A Startup Post-Mortem
For the last couple of years, I’ve been building up a software testing startup, Verrify. Unfortunately, I haven’t been able to push it across the finish the line, and it’s time to put this startup to bed.
Verrify’s key idea is that you have to experience errors to handle errors, yet there are entire classes of errors – especially network ones – where tooling doesn’t exist to do so. As a result, our best efforts can give us a beautiful, smooth happy paths full of unnoticed gaps in the guard rails.
What happens when a network request times out? Or returns 301? Or when an internal service goes down and you can complete the first half of an operation but not the second? Maybe, raise your hand if you have a Gogo Inflight WiFi at your office to experience how your code handles captive portals? Without tooling to test these scenarios, we can’t write code that handles them. We need to be able to crash our code into the guard rails.
That’s what Verrify set out to do. I still believe in this core idea – so where did I fail?
There were plenty of unexpected technological hurdles to overcome – such as Apple deprecating the macOS network kernel extension system I was using, or the undocumented 15MB RAM usage limit on iOS network extensions – but it wasn’t ever software holding me back. Instead, I believe I made two key mistakes that were both rather trope-ier.
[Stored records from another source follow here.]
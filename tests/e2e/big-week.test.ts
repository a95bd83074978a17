import { eq } from 'drizzle-orm';
import type { Browser, Page } from 'playwright-core';
import { afterAll, beforeAll, expect, it } from 'vitest';
import { closeDatabase, useDatabase as openDatabase, write } from '@/db/client';
import { clubs, stands } from '@/db/schema';
import { newId } from '@/lib/ids';
import { DESKTOP, launchBrowser, newVisitor, type Visitor } from '../helpers/browser';
import { DAY_PASSWORD, DAY_PEOPLE, DAY_SLUG, makeDayClub } from '../helpers/day-club';
import { type ServedApp, serveApp } from '../helpers/serve-app';
import { signIn } from '../helpers/sign-in';

/** The club of the test has two of its own. */
const MORE = 138;
const ALL = MORE + 2;
const WEEK = `/clubs/${DAY_SLUG}/week`;

let app: ServedApp;
let browser: Browser;
let visitor: Visitor;

async function addStands(): Promise<void> {
  await write(async (tx) => {
    const [club] = await tx.select().from(clubs).where(eq(clubs.slug, DAY_SLUG));
    const [like] = await tx.select().from(stands).limit(1);
    if (!club || !like) throw new Error('The club of the test is not there.');
    for (let n = 1; n <= MORE; n++) {
      const at = { lat: club.lat + 0.0005 * n, lon: club.lon - 0.0005 * (n % 12) };
      await tx
        .insert(stands)
        .values({ ...like, ...at, id: newId('stand'), name: `Seat ${String(n).padStart(3, '0')}` });
    }
  });
}

const rows = (page: Page) => page.locator('.week-table tbody tr');

beforeAll(async () => {
  app = await serveApp();
  await openDatabase(app.databaseUrl);
  await makeDayClub(Date.now());
  await addStands();
  browser = await launchBrowser();
  visitor = await newVisitor(browser, app.url, DESKTOP);
  await signIn(visitor.page, DAY_PEOPLE.officer.email, DAY_PASSWORD);
});

afterAll(async () => {
  await browser?.close();
  await closeDatabase();
  await app?.stop();
});

it('draws the stands of a big club a part at a time as they are scrolled to', async () => {
  const { page } = visitor;
  await page.goto(WEEK);
  const first = await rows(page).count();
  expect(first).toBeGreaterThan(20);
  expect(first).toBeLessThan(ALL);
  await rows(page).last().scrollIntoViewIfNeeded();
  await expect.poll(() => rows(page).count()).toBeGreaterThan(first);
});

it('says how many there are before all are drawn, and draws them at a press of the keyboard', async () => {
  const { page } = visitor;
  await page.goto(WEEK);
  const table = page.getByRole('table');
  // Two rows of headings stand over them.
  expect(await table.getAttribute('aria-rowcount')).toBe(String(ALL + 2));
  const all = page.getByRole('button', { name: `Show all ${ALL} stands` });
  await all.focus();
  await page.keyboard.press('Enter');
  await expect.poll(() => rows(page).count()).toBe(ALL);
  expect(await all.count()).toBe(0);
  expect(await table.getByRole('rowheader', { name: `Seat ${MORE}` }).count()).toBe(1);
});

it('is whole for the printer at once', async () => {
  const { page } = visitor;
  await page.goto(WEEK);
  await page.getByRole('combobox', { name: 'Show' }).selectOption('open');
  await page.getByRole('combobox', { name: 'Show' }).selectOption('all');
  expect(await rows(page).count()).toBeLessThan(ALL);
  const printed = await page.evaluate(() => {
    window.dispatchEvent(new Event('beforeprint'));
    return document.querySelectorAll('.week-table tbody tr').length;
  });
  expect(printed).toBe(ALL);
});

it('leaves no trouble in the console', () => {
  expect(visitor.troubles).toEqual([]);
});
For one, I didn’t start shipping straightaway. It’s surely one of the most commonly repeated pieces of advice – just start shipping, get something out there even if its bad, and iterate with user feedback. I knew this, but clearly hadn’t internalized it. I spent a lot of time building and rebuilding until I was spinning wheels in polished ruts. I knew things /could/ be better and kept aiming above ‘good enough’, never quite reaching there.
Second, I tried to go it alone. While I started fast out the gate, over time I became less and less productive. I now understand why VCs prefer you to have a cofounder – an extra set of hands, a great check on my aim, yes, but also simply a person to share the journey with. At least personally, long term remote work isn’t for me. I’m more effective working around/near/or with a team.
Either shipping from the beginning or having a partner along for the ride would have shifted Verrify’s course somewhere farther down the road, successful or otherwise. But, while I wasn’t able to achieve what I set out to, it’s not as if all was lost. I’ve become a far more capable programmer, with several years more experience in C, C++, Objective-C and Swift. My knowledge of networking is night and day what it was when I started. I have far greater understanding & respect for the inner workings of a business and what’s involved in running one. And I better know myself, my strengths and my weaknesses.
I’m excited to jump back into a team and go again from there.